Natale Gonnella

Personal information
- Date of birth: 19 January 1976 (age 49)
- Place of birth: Colleferro, Italy
- Height: 1.80 m (5 ft 11 in)
- Position(s): Central Defender

Team information
- Current team: Casale

Youth career
- 000?–1995: Internazionale

Senior career*
- Years: Team / Apps / (Gls)
- 1995–1996: Gualdo / 12 / (0)
- 1996–1997: Ravenna / 25 / (1)
- 1997–2003: Verona / 113 / (3)
- 2003–2005: Atalanta / 51 / (2)
- 2005: → Arezzo (loan) / 18 / (0)
- 2005–2007: Pescara / 59 / (3)
- 2007–2009: Grosseto / 3 / (0)
- 2008: → Verona (loan) / 12 / (1)
- 2009–2010: Como / 22 / (2)
- 2010–2013: Casale / 23 / (1)

International career
- 1991–1992: Italy U16 / 14 / (0)
- 1993–1994: Italy U18 / 6 / (0)

= Natale Gonnella =

Italian footballer

Natale Gonnella (born 19 January 1976) is an Italian retired footballer who played as a defender.

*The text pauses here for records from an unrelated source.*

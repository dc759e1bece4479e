//! What every body starts from before a gas: the mean and spread of each parameter.

use crate::figures;

figures! { PRIORS;
    SIZE_UNKNOWN = 75.0, 0.25, "kg (spread of ln)", "Weight of an adult of unknown size", "Assumed", Assumed;
    AGE_UNKNOWN = 60.0, 0.07, "years (spread of ln production)", "Age when not known, and what that adds to production's spread", "Assumed", Assumed;
    SEX_UNKNOWN = 0.5, 0.07, "1 (spread of ln production)", "Sex when not known: between the two formulas", "Assumed", Assumed;
    HEIGHT_UNKNOWN = 168.0, 0.12, "cm (spread of ln size)", "Height of an adult when only the weight is known", "Assumed", Assumed;
    WEIGHT_UNKNOWN = 1.0, 0.12, "1 (spread of ln production)", "Weight over predicted weight when only the height is known", "Assumed", Assumed;
    HEIGHT_GUESSED = 0.0, 0.06, "ln", "Spread that a height by eye adds to the size", "Assumed", Assumed;
    CHILD_BODY_MASS_INDEX = 16.0, 0.0, "kg/m²", "Body-mass index of a child whose weight is not known", "Assumed: the middle of childhood", Assumed;
    CHILD_KG_PER_YEAR = 2.0, 0.0, "kg/year", "Weight of a child of unknown size, per year of age", "Common practice: 2·(age + 4)", CommonPractice;
    CHILD_YEARS_AHEAD = 4.0, 0.0, "years", "Years added to the age in that rule", "Common practice: 2·(age + 4)", CommonPractice;
    LEAST_ALVEOLAR_SHARE = 0.02, 0.0, "1", "Least share of a breath taken to reach the alveoli (streaming, diffusion)", "Assumed", Assumed;
    SERIES_TUBE = 1.1, 0.30, "mL/kg (spread of ln)", "Series dead space with a tube in place", "Nunn, Campbell 1959: intubation about halves it", Memory;
    SERIES_NO_TUBE = 2.2, 0.30, "mL/kg (spread of ln)", "Series dead space without a tube", "Radford 1955", Opened;
    SERIES_TUBE_CHILD = 3.0, 0.23, "mL/kg (spread of ln)", "Series dead space of a small child, tube and circuit", "Korean J Anesthesiol 2021;74(3)", Opened;
    APPARATUS = 60.0, 23.0, "mL", "Exchanger and mount of an adult when not typed (30 to 90)", "Common practice", CommonPractice;
    ALVEOLAR_SHARE = 0.25, 0.12, "1", "Share of what passes the series dead space that exchanges nothing", "Assumed; towards Nuckton 2002 in illness", Assumed;
    VDVT_LUNG_INJURY = 0.58, 0.09, "1", "Dead space over tidal volume in early lung injury", "Nuckton et al. N Engl J Med 2002;346:1281", Opened;
    CARDIAC_OUTPUT = 5.0, 0.25, "L/min at 70 kg (spread of ln)", "Cardiac output", "Physiology texts", Memory;
    TISSUE_SLOPE = 1.6, 0.35, "mL/L/mmHg (spread of ln)", "CO2 that a litre of tissue takes up per mmHg, at 40 mmHg", "Computed from man's apnoea, washout and half-times", Computed;
    LUNG_BLOOD = 1.5, 0.20, "L at 70 kg (spread of ln)", "Blood at the lung's PCO2: arterial, pulmonary, in transit", "Computed from the first minutes of apnoea", Computed;
    FLOW_FAST = 0.70, 0.3, "1 (spread on the logit)", "Share of flow through the fast tissue", "Albanese et al. Am J Physiol Heart 2016;310:H899", Quoted;
    PRODUCTION_FAST = 0.79, 0.3, "1 (spread on the logit)", "Share of production in the fast tissue", "Albanese et al. Am J Physiol Heart 2016;310:H899", Quoted;
    FRC = 25.0, 0.25, "mL/kg (spread of ln)", "Functional residual capacity, lying and ventilated", "Nunn, Applied Respiratory Physiology; assumed for the ventilated", Memory;
    FRC_INFANT = 17.0, 0.25, "mL/kg (spread of ln)", "Functional residual capacity under one year, anaesthetised", "Thorsteinsson et al. Anesthesiology 1990;73:876", Opened;
    HB_UNKNOWN = 12.0, 2.0, "g/dL", "Haemoglobin when not known", "Assumed", Assumed;
    SAO2_UNKNOWN = 0.95, 0.0, "1", "Arterial saturation when not known", "Assumed", Assumed;
    RQ = 0.82, 0.05, "1", "Respiratory quotient", "Physiology texts", Memory;
    ANALYSER_PACO2 = 0.03, 0.03, "ln", "Error of a PaCO2: sample and analyser together", "Assumed: set to the analyser's own when known", Assumed;
    ANALYSER_PH = 0.01, 0.01, "1", "Error of a pH: sample and analyser together", "Assumed: set to the analyser's own when known", Assumed;
    JUMP = 0.08, 0.08, "ln", "Change of VCO2/(1 − VD/VT) that comes with a real change of settings", "Computed for a change of alveolar ventilation by 1.4 or more, less for less", Computed;
    JUMP_FULL_AT = 1.4, 0.0, "1", "Ratio of alveolar ventilations from which the whole jump is expected", "Computed", Computed;
    START_OFFSET = 0.10, 0.10, "ln", "How far the start may be from settled", "Assumed", Assumed;
    START_OFFSET_CHANGED = 0.20, 0.20, "ln", "How far the start may be from settled when settings were changed just before", "Assumed", Assumed;
    MEASURED_VCO2 = 0.10, 0.10, "ln", "Error of a measured CO2 production", "Assumed", Assumed;
    MEASURED_VDVT = 0.05, 0.05, "1", "Error of a measured VD/VT", "Assumed", Assumed;
    MEASURED_CARDIAC_OUTPUT = 0.15, 0.15, "ln", "Error of a measured cardiac output", "Assumed", Assumed;
    MEASURED_FRC = 0.10, 0.10, "ln", "Error of a measured FRC", "Assumed", Assumed;
    PROPOSAL_SPREAD = 1.06, 0.0, "1", "How much wider the members are first drawn than the Gaussian at the mode", "Computed on simulated patients: with 12 to 25 coordinates 1.15 halves the effective members", Computed;
    MEMBERS_LEAST = 64.0, 0.0, "1", "Effective members under which a forecast is withheld", "Computed on simulated patients", Computed;
}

Gonnella played more than 250 matches at Serie B.

==Club career==
Born in Colleferro, in the province of Rome, Gonnella started his career at northern giant Internazionale. In 1995, he left for Serie C1 side Gualdo then Ravenna of Serie B.

In 1997, he joined Hellas Verona where he played until 2003. In January 2003 he joined Atalanta of Serie A, in exchange with Mauro Minelli. After the team relegated in June 2003, partnered with Gianpaolo Bellini he played as a regular starter in Serie B and won promotion back to Serie A. Since the return of Cesare Natali, he just played 9 league matches before left on loan to Arezzo in January 2005. Since 2005–06 season he left on loan at Pescara of Serie B and turned permanent in January 2007. After Pescara relegated, in July 2007 he left for Grosseto of Serie B.

In January 2008, he returned to Hellas Varona on loan to play at Serie C1. In March 2009, he canceled his contract with Grosseto.

In November 2009, he signed a contract until end of season for Como. In the next season he was signed by Casale.

==International career==
Gonnella capped for Italy at 1992 UEFA European Under-16 Championship qualification and final phase. He also played for the Italy Under-18 side during their 1994 UEFA European Under-18 Football Championship qualification campaign, and was a member of the side that lost to Russia U-18 in the qualification playoffs.